▶ Material for this exercise
--
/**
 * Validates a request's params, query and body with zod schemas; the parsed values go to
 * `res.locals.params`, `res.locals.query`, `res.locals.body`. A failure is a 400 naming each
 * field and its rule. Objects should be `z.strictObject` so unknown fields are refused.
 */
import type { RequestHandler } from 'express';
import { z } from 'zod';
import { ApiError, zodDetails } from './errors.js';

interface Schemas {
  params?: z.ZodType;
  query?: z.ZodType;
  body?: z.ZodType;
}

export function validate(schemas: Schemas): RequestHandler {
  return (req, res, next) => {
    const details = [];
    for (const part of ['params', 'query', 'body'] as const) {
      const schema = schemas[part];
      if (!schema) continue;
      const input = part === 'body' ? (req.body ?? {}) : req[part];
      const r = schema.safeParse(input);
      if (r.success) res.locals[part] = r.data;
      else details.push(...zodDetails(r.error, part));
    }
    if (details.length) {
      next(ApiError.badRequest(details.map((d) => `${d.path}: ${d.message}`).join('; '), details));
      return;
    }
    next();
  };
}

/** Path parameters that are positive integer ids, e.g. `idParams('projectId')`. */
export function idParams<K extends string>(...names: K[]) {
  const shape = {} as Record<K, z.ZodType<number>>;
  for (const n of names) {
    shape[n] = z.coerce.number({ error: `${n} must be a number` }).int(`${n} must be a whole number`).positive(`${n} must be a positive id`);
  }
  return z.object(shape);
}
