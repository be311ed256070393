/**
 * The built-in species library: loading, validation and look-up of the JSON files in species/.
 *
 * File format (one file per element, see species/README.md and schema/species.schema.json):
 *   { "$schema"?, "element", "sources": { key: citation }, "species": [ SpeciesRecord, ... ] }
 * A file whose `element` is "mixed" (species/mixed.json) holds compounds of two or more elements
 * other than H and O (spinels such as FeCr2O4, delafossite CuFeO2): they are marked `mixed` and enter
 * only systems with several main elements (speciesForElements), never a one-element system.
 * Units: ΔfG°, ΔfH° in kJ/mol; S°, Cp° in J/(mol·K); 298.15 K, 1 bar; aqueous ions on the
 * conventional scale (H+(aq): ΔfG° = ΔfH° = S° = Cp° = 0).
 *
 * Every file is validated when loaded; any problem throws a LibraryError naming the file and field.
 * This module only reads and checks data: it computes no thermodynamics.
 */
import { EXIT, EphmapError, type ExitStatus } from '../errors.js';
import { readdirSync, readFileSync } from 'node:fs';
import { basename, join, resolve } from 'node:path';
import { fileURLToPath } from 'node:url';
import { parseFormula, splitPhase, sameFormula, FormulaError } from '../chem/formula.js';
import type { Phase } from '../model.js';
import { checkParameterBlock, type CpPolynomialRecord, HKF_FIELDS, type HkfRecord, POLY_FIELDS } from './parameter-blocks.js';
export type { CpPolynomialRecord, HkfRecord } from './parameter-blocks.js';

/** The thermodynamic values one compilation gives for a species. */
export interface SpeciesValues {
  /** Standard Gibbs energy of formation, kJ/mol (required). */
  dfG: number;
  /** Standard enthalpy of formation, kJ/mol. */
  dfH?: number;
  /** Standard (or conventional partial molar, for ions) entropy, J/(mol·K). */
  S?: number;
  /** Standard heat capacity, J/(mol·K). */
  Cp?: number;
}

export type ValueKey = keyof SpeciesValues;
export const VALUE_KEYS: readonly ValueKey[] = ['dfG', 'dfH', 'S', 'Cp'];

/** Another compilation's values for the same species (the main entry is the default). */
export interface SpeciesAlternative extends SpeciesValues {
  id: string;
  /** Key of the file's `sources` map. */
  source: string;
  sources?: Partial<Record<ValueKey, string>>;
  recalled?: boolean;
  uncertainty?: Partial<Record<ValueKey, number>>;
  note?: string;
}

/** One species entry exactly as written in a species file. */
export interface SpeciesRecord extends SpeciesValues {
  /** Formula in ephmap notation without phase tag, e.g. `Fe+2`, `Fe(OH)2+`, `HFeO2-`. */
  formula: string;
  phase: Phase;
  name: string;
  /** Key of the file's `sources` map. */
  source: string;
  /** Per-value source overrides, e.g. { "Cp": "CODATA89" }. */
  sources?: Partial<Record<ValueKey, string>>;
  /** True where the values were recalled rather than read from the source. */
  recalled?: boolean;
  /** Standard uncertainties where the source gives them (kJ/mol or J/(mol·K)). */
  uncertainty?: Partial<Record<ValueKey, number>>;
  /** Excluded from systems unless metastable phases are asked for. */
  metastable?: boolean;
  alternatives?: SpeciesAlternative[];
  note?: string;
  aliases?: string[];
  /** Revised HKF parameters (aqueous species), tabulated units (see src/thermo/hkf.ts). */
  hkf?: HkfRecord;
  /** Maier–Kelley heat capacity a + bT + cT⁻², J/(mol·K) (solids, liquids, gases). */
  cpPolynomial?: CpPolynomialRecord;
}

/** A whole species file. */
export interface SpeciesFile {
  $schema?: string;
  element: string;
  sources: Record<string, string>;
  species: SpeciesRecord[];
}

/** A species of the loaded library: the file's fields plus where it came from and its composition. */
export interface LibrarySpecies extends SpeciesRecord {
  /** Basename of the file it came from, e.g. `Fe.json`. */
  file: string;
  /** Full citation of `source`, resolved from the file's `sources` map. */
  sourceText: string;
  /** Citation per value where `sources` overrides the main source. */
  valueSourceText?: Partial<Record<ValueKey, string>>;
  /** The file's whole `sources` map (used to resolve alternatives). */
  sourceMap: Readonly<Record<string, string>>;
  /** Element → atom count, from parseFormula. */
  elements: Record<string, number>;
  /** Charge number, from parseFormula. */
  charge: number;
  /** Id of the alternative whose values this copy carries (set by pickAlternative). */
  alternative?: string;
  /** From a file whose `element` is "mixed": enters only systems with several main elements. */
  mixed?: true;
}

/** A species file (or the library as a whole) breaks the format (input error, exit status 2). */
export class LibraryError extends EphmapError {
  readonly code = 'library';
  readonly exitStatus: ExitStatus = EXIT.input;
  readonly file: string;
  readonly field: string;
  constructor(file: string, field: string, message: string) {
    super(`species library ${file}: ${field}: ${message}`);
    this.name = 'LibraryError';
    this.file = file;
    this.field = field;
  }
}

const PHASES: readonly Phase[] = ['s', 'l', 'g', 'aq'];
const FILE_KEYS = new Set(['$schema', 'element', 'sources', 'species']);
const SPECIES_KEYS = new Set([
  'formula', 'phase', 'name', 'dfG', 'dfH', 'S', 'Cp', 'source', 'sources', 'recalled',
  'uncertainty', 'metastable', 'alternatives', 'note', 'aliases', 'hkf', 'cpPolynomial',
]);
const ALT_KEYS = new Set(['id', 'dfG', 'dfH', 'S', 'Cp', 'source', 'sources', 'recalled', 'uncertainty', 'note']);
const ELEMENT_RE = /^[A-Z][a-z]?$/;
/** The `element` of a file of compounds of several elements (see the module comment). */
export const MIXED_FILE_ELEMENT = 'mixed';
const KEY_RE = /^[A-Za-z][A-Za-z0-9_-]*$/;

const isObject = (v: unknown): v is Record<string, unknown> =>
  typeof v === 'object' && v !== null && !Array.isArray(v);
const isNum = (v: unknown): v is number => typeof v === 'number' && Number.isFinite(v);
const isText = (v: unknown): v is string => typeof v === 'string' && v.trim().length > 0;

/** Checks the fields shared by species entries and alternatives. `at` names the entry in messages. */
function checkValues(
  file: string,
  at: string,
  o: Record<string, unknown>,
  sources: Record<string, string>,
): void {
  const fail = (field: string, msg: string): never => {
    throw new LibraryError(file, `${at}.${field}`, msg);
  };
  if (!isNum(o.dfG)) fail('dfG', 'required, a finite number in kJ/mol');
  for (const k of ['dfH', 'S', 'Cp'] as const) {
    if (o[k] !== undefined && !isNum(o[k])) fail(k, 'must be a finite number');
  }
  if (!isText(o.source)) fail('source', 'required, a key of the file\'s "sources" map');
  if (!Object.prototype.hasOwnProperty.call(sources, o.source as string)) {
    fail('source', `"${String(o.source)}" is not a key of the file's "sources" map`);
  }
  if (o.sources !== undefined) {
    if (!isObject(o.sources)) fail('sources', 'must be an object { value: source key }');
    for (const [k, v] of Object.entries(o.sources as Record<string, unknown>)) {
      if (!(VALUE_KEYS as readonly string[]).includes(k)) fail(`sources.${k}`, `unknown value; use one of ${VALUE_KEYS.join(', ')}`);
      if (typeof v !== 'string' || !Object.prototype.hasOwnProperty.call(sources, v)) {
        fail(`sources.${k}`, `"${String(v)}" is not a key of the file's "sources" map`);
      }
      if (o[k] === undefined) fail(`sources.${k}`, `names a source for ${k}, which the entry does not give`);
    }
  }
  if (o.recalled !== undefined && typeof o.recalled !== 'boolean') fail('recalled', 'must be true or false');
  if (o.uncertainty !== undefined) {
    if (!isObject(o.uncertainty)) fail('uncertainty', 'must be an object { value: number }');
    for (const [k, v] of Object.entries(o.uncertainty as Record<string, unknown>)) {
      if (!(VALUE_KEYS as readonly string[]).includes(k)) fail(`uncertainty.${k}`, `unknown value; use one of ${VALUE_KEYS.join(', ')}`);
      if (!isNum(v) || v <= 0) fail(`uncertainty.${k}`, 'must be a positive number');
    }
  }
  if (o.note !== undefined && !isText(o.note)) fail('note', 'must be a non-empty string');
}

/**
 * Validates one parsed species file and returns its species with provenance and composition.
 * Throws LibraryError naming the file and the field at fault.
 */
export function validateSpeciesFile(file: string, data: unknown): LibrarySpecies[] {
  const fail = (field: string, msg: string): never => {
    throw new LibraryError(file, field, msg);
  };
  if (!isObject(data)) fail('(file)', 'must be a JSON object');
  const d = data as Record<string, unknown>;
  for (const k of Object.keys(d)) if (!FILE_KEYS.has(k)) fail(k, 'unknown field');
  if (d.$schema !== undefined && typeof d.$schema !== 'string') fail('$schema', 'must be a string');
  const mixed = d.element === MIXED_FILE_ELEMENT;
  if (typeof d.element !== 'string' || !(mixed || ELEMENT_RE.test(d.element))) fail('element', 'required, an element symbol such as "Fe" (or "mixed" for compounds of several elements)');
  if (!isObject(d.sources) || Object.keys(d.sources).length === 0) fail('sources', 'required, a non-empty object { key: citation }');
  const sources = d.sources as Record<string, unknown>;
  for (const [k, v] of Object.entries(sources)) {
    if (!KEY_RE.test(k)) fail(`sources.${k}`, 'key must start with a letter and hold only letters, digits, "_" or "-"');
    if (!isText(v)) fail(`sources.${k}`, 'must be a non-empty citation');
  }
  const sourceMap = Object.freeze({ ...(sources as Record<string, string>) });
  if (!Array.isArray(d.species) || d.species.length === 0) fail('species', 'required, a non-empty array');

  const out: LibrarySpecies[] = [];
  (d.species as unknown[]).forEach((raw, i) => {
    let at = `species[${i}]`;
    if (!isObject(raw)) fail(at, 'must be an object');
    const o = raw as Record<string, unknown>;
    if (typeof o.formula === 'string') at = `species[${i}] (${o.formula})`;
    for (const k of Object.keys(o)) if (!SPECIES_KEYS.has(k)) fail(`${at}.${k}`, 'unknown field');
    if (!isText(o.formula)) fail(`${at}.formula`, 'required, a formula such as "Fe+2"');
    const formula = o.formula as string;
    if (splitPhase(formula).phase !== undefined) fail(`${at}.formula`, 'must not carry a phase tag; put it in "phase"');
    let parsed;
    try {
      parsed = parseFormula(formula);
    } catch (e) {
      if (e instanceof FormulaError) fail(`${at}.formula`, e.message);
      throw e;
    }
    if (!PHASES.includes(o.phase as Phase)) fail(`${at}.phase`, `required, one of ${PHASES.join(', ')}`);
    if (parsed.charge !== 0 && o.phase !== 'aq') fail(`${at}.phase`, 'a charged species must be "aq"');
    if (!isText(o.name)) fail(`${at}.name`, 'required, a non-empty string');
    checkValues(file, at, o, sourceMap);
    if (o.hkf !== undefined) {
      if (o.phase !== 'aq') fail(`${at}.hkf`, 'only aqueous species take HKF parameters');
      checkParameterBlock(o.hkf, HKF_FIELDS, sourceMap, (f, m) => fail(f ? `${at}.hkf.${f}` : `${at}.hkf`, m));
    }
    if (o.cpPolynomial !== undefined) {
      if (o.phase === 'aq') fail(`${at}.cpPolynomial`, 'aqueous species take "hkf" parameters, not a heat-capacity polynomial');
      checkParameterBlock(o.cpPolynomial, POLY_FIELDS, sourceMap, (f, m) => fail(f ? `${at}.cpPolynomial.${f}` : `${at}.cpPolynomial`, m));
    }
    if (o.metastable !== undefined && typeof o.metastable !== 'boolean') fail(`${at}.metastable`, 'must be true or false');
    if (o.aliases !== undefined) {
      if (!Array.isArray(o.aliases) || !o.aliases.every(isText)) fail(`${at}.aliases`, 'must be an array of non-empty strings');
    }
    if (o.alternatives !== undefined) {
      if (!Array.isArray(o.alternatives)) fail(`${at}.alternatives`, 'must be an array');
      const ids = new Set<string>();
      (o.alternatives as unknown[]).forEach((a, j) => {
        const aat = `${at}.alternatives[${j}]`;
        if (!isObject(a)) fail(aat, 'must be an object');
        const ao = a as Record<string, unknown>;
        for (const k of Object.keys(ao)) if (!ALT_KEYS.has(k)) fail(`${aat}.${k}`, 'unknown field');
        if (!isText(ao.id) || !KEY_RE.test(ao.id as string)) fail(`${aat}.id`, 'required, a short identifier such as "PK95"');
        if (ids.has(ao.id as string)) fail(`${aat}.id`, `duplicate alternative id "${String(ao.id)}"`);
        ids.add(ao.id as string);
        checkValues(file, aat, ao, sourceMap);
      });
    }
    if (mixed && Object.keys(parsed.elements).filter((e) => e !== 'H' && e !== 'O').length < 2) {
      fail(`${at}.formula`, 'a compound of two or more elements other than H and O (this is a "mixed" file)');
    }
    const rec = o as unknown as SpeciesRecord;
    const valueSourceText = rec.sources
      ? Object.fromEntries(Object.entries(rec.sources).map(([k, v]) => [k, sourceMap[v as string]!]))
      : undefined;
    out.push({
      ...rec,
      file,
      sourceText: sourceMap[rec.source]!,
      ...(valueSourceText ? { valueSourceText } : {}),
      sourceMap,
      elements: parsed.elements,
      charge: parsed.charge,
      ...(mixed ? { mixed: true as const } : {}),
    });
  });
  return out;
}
--
▶ Required work
Every line of the records that includes the word "isArray" should be gathered.

▶ Task output
  typeof v === 'object' && v !== null && !Array.isArray(v);
  if (!Array.isArray(d.species) || d.species.length === 0) fail('species', 'required, a non-empty array');
      if (!Array.isArray(o.aliases) || !o.aliases.every(isText)) fail(`${at}.aliases`, 'must be an array of non-empty strings');
      if (!Array.isArray(o.alternatives)) fail(`${at}.alternatives`, 'must be an array');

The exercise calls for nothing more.